## WHAT IS BEING ASKED
Quote the data below in full, please, without altering anything.

## LISTED ENTRIES
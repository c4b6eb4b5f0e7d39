"""The decision log: one JSON object a line, each record chained to the one before by SHA-256.

A run's ``decisions.jsonl`` holds, in order:

* one ``start`` record: plan and data fingerprints, software versions, operator, UTC time,
  command line, git facts and the evidence that the plan predates the data;
* one ``decision`` record for every choice the engine makes (:meth:`DecisionLog.decide` is the
  only way the engine records one);
* ``deviation`` records (a declared departure from the locked plan) and ``warning`` records
  (something a careful statistician would point out) wherever they arise;
* one ``finish`` record: status, exit code, SHA-256 of ``results.json`` and record counts.

Every record has ``kind``, ``seq`` (its 0-based position: line ``n`` of the file holds
``seq == n - 1``), ``prev`` (the previous record's ``chain``; :data:`GENESIS` for the first)
and ``chain``, the SHA-256 (hex) of ``prev`` followed by the canonical JSON of the record
without its ``chain`` key. Every key of a kind is always present; unknown values are ``null``.

Canonical JSON (:func:`canonical_json`) sorts keys, uses compact separators, keeps non-ASCII
text as is, writes floats as their shortest round-trip ``repr`` and refuses NaN and infinity.
Each line of the file is the canonical JSON of its record, so the same records always give the
same bytes.

What the chain shows and what it cannot: any edit, insertion, deletion, reordering or
truncation of the file is found by :func:`verify_log`, and the first bad line is named. Someone
who rewrites a record *and recomputes every later chain value* produces a consistent file; to
rule that out, keep the final chain value (:attr:`VerifyReport.head`, printed when a run ends)
somewhere the log's editor cannot reach, such as a commit, a ticket or a lab notebook, and pass
it to :func:`verify_log` as ``expected_head``.
"""

from __future__ import annotations

import hashlib
import json
import os
import re
from dataclasses import dataclass, field
from pathlib import Path
from typing import Any, Iterator, Mapping, Sequence

from .._files import atomic_write_bytes
from ..errors import PlanError, PlanrunnerError
from .._json import to_plain

__all__ = [
    "FINISH_STATUSES",
    "FORMAT",
    "GENESIS",
    "LOG_NAME",
    "AuditError",
    "Decision",
    "DecisionLog",
    "Problem",
    "VerifyReport",
    "canonical_json",
    "chain_value",
    "sha256_hex",
    "verify_log",
]

#: Format tag written in the start record.
FORMAT = "planrunner.decisions/1"
#: The ``prev`` value of the first record.
GENESIS = "0" * 64
#: The log's file name inside RUN_DIR.
LOG_NAME = "decisions.jsonl"
#: Allowed finish statuses and the exit code each implies (``failed``: any other non-zero code).
FINISH_STATUSES = ("completed", "halted", "failed")

_HEX64 = re.compile(r"^[0-9a-f]{64}$")
# A dotted path into the plan: keys, and list positions as numbers, e.g. "transform.ladder.2".
_PLAN_REF = re.compile(r"^[A-Za-z_][A-Za-z0-9_]*(\.[A-Za-z0-9_]+)*$")
_UTC = re.compile(r"^\d{4}-\d{2}-\d{2}T\d{2}:\d{2}:\d{2}(\.\d+)?Z$")


class AuditError(PlanrunnerError, ValueError):
    """A record cannot be written as given (a bug in the caller; exit 1).

    Raised for values the log refuses to hold (NaN, infinity, objects that are not JSON) and
    for records out of order (a decision before the start record, anything after finish).
    """


# --------------------------------------------------------------------------- canonical JSON


def _refuse(problem: str, where: str, value: Any) -> AuditError:
    if problem == "not_finite":
        return AuditError(
            f"{where} is {value!r}; the decision log holds finite numbers only. Record a "
            "value that cannot be computed as null and say why in the reason"
        )
    if problem == "key":
        return AuditError(f"{where} has a key {value!r} that is not a string")
    return AuditError(f"{where} is a {type(value).__name__}, which the decision log cannot hold")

## THE COMPLETED TASK
repository c4b6eb4b5f0e7d39
"""The decision log: one JSON object a line, each record chained to the one before by SHA-256.

A run's ``decisions.jsonl`` holds, in order:

* one ``start`` record: plan and data fingerprints, software versions, operator, UTC time,
  command line, git facts and the evidence that the plan predates the data;
* one ``decision`` record for every choice the engine makes (:meth:`DecisionLog.decide` is the
  only way the engine records one);
* ``deviation`` records (a declared departure from the locked plan) and ``warning`` records
  (something a careful statistician would point out) wherever they arise;
* one ``finish`` record: status, exit code, SHA-256 of ``results.json`` and record counts.

Every record has ``kind``, ``seq`` (its 0-based position: line ``n`` of the file holds
``seq == n - 1``), ``prev`` (the previous record's ``chain``; :data:`GENESIS` for the first)
and ``chain``, the SHA-256 (hex) of ``prev`` followed by the canonical JSON of the record
without its ``chain`` key. Every key of a kind is always present; unknown values are ``null``.

Canonical JSON (:func:`canonical_json`) sorts keys, uses compact separators, keeps non-ASCII
text as is, writes floats as their shortest round-trip ``repr`` and refuses NaN and infinity.
Each line of the file is the canonical JSON of its record, so the same records always give the
same bytes.

What the chain shows and what it cannot: any edit, insertion, deletion, reordering or
truncation of the file is found by :func:`verify_log`, and the first bad line is named. Someone
who rewrites a record *and recomputes every later chain value* produces a consistent file; to
rule that out, keep the final chain value (:attr:`VerifyReport.head`, printed when a run ends)
somewhere the log's editor cannot reach, such as a commit, a ticket or a lab notebook, and pass
it to :func:`verify_log` as ``expected_head``.
"""

from __future__ import annotations

import hashlib
import json
import os
import re
from dataclasses import dataclass, field
from pathlib import Path
from typing import Any, Iterator, Mapping, Sequence

from .._files import atomic_write_bytes
from ..errors import PlanError, PlanrunnerError
from .._json import to_plain

__all__ = [
    "FINISH_STATUSES",
    "FORMAT",
    "GENESIS",
    "LOG_NAME",
    "AuditError",
    "Decision",
    "DecisionLog",
    "Problem",
    "VerifyReport",
    "canonical_json",
    "chain_value",
    "sha256_hex",
    "verify_log",
]

#: Format tag written in the start record.
FORMAT = "planrunner.decisions/1"
#: The ``prev`` value of the first record.
GENESIS = "0" * 64
#: The log's file name inside RUN_DIR.
LOG_NAME = "decisions.jsonl"
#: Allowed finish statuses and the exit code each implies (``failed``: any other non-zero code).
FINISH_STATUSES = ("completed", "halted", "failed")

_HEX64 = re.compile(r"^[0-9a-f]{64}$")
# A dotted path into the plan: keys, and list positions as numbers, e.g. "transform.ladder.2".
_PLAN_REF = re.compile(r"^[A-Za-z_][A-Za-z0-9_]*(\.[A-Za-z0-9_]+)*$")
_UTC = re.compile(r"^\d{4}-\d{2}-\d{2}T\d{2}:\d{2}:\d{2}(\.\d+)?Z$")


class AuditError(PlanrunnerError, ValueError):
    """A record cannot be written as given (a bug in the caller; exit 1).

    Raised for values the log refuses to hold (NaN, infinity, objects that are not JSON) and
    for records out of order (a decision before the start record, anything after finish).
    """


# --------------------------------------------------------------------------- canonical JSON


def _refuse(problem: str, where: str, value: Any) -> AuditError:
    if problem == "not_finite":
        return AuditError(
            f"{where} is {value!r}; the decision log holds finite numbers only. Record a "
            "value that cannot be computed as null and say why in the reason"
        )
    if problem == "key":
        return AuditError(f"{where} has a key {value!r} that is not a string")
    return AuditError(f"{where} is a {type(value).__name__}, which the decision log cannot hold")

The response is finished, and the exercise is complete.